You can now upload your cockatiel pictures to our cockatiel gallery.  Enjoy.

Let me know if it works...


----------



## Bea

Yup, it works.


----------



## Riebie

Looks like we need to get uploading  Bea's birdies are ruling the roost!


----------



## Bea

Riebie said:


> Looks like we need to get uploading  Bea's birdies are ruling the roost!


Yeah, i'm getting sick of seeing my fids pretty faces.  You guys need to start uploading!! GO GO GO!


----------



## birdieness

Lol i've started to get some pics put on there. So maybe you will see a few of mine.


----------



## Laura

won't let me post any pics in the gallery, keeps saying bad file, maybe there to large


----------



## Dave

They might be too large or they might not be a good file extension. Check both. (Under 500 KB size and jpg is the best option for file extension for photos.)


----------



## Aly

I'll post when I get home (at work)


----------



## Laura

Dave said:


> They might be too large or they might not be a good file extension. Check both. (Under 500 KB size and jpg is the best option for file extension for photos.)


Thanks Dave, there jpg so I am thinking they might be to large


----------



## birdieness

I've had to crop and resize most of my picies for them to work. Keep trying.


----------



## Laura

birdieness said:


> I've had to crop and resize most of my picies for them to work. Keep trying.

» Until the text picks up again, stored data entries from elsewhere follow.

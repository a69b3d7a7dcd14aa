"""What becomes of a plant between its trips: one code for each element of a result."""

from __future__ import annotations

from enum import IntEnum


class CycleStatus(IntEnum):
    """What became of one element of a steady cycle."""

    CYCLES = 0
    STAYS_ON = 1
    STAYS_OFF = 2
    STAYS = 3
    WRONG_WAY = 4
    CHATTERS = 5
    UNPROVED = 6
    NOT_FINITE = 7

    @property
    def message(self) -> str:
        """One line that says what it means."""
        return _MESSAGES[self]


_MESSAGES = {
    CycleStatus.CYCLES: "cycles",
    CycleStatus.STAYS_ON: "stays on: never reaches the off trip",
    CycleStatus.STAYS_OFF: "stays off: never reaches the on trip",
    CycleStatus.STAYS: "stays as it is: on, never reaches the off trip; off, never the on trip",
    CycleStatus.WRONG_WAY: "trips the wrong way round for what the load does: no feedback",
    CycleStatus.CHATTERS: "switches without pause: no width, no dead time, no minimum time",
    CycleStatus.UNPROVED: "no steady cycle could be proved: simulate it",
    CycleStatus.NOT_FINITE: "a trip is not finite",
}
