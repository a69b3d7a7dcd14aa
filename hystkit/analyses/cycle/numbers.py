"""How the cycle analyses read numbers: text, single ones or arrays, all faults together."""

from __future__ import annotations

from collections.abc import Sequence
from typing import Any

import numpy as np
from numpy.typing import NDArray

from hystkit.base.errors import Fault, QuantityError
from hystkit.base.quantity import read
from hystkit.circuit.reading import wrong_kind

Array = NDArray[np.float64]
Numbers = float | Array
Given = float | int | str | Sequence[Any] | NDArray[Any]

_SIGNS = {"> 0": np.greater, ">= 0": np.greater_equal}


def read_numbers(
    faults: list[Fault], name: str, given: Any, unit: str = "", rule: str = ""
) -> Numbers:
    """Read a number or an array of numbers; what cannot be read becomes one more fault.

    Parameters
    ----------
    faults : list of Fault
        Where a fault is added.
    name : str
        What the numbers are.
    given : float, str or array_like
        A number, text such as ``"30 s"``, or an array of either.
    unit : str, optional
        The unit expected.
    rule : str, optional
        ``"> 0"`` or ``">= 0"``; any finite number is taken without one, and with ``"or NaN"`` also
        what stands for no number in an array.

    Returns
    -------
    float or ndarray
        Read-only where it is an array; NaN where nothing could be read.
    """
    array = _read(faults, name, given, unit)
    if array is None:
        return float("nan")
    allowed = np.isfinite(array)
    if rule in _SIGNS:
        allowed &= _SIGNS[rule](array, 0)
    elif rule:
        allowed |= np.isnan(array)
    if not allowed.all():
        faults.append(
            Fault(
                f"{name} is outside its range.",
                asked=f"{name} = {array[~allowed][0]:g}",
                rule=f"finite, {name} {rule}" if rule in _SIGNS else "finite",
                remedy=f"a finite number {rule if rule in _SIGNS else ''}".rstrip(),
            )
        )
    array.setflags(write=False)
    return array if array.ndim else float(array)


def together(faults: list[Fault], numbers: dict[str, Any]) -> tuple[int, ...]:
    """Return the shape to which numbers broadcast; one more fault where they do not.

    Parameters
    ----------
    faults : list of Fault
        Where a fault is added.
    numbers : dict of str to float or ndarray
        By name.

    Returns
    -------
    tuple of int
        () where they do not fit.
    """
    try:
        return np.broadcast_shapes(*(np.shape(value) for value in numbers.values()))
    except ValueError:
        shapes = ", ".join(f"{name} {np.shape(v)}" for name, v in numbers.items() if np.ndim(v))
        faults.append(
            Fault(
                "arrays do not fit together.",
                have=shapes,
                rule="shapes broadcast",
                remedy="arrays of one shape, or single numbers",
            )
        )
        return ()


def read_dead_time(faults: list[Fault], given: Any) -> tuple[Numbers, Numbers]:
    """Read a dead time, or a pair of them for switching on and off.

    Parameters
    ----------
    faults : list of Fault
        Where faults are added.
    given : float, str, array_like, or tuple of two of these
        As given; only a tuple is a pair.

    Returns
    -------
    on, off : float or ndarray
        Both dead times [s].
    """
    if not isinstance(given, tuple):
        one = read_numbers(faults, "dead_time", given, "s", ">= 0")
        return one, one
    if len(given) != 2:
        wanted = "one number or a pair (on, off)"
        faults.append(wrong_kind("dead_time", given, wanted, "dead_time=30, or (30, 10)"))
        return float("nan"), float("nan")
    on, off = (
        read_numbers(faults, f"dead_time on switching {state}", one, "s", ">= 0")
        for one, state in zip(given, ("on", "off"), strict=True)
    )
    return on, off


def _read(faults: list[Fault], name: str, given: Any, unit: str) -> Array | None:
    array = np.asarray(given) if _is_regular(given) else np.asarray(None)
    if array.dtype.kind in "iuf" and array.size:
        return array.astype(float)
    entries = array.ravel() if array.dtype.kind in "UO" and array.size else [given]
    try:
        read_entries = [read(_plain(entry), unit=unit, name=name) for entry in entries]
    except QuantityError as error:
        faults.extend(error.faults)
        return None
    return np.array(read_entries, dtype=float).reshape(array.shape)


def _plain(entry: Any) -> Any:
    return str(entry) if isinstance(entry, np.str_) else entry


def _is_regular(given: Any) -> bool:
    """Whether numpy takes this for an array; rows of unequal length are none."""
    try:
        np.asarray(given)
    except ValueError:
        return False
    return True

thanks for the info  I am so not good with these things, but I am persistent, I am sure I will figure it out just takes me a little longer to do it


----------



## birdieness

in paint ( every computer i know of has it) you can resize them. go to image - stretch/strew. The higher the number the less it will shink. i ususally just go 50 50 and my pics are good to go


----------



## Laura

birdieness said:


> in paint ( every somputer i know of has it) you cna resize them. go to image - stretch/strew. The higher the number the less it will shink. i ususally just go 50 50 and my pics are good to go


thanks so much for that info I appreciate it  I will give it a try


----------



## Laura

Yay i figured out how to resize them on photobucket *pats myself on the back*...lol


----------



## Aly

I guess I'll try to do mine when I go home...won't be for a while..


----------



## birdieness

Lol i just came back to re read some stuff and just saw my spelling. I'll fix that there now.


----------



## Laura

birdieness said:


> Lol i just came back to re read some stuff and just saw my spelling. I'll fix that there now.


its ok I knew what you meant...lol


----------



## Bea

Looks like everyone's having fun with the gallery.  It's nice to see all our tiels up the top of the page.


----------



## Aly

Bea said:


> Looks like everyone's having fun with the gallery.  It's nice to see all our tiels up the top of the page.




I agree. I like it.


----------



## birdieness

Even tiels with a macaw lol.


----------



## Laura

I am glad I figured out how to do it...lol


----------



## birdieness

Lots of pictures in there now.


----------



## Bea

It's funny because so many of us have normal greys, i have to read the name to see who's been posting pics.


----------



## Sophia

Cool We need to get to work pronto


----------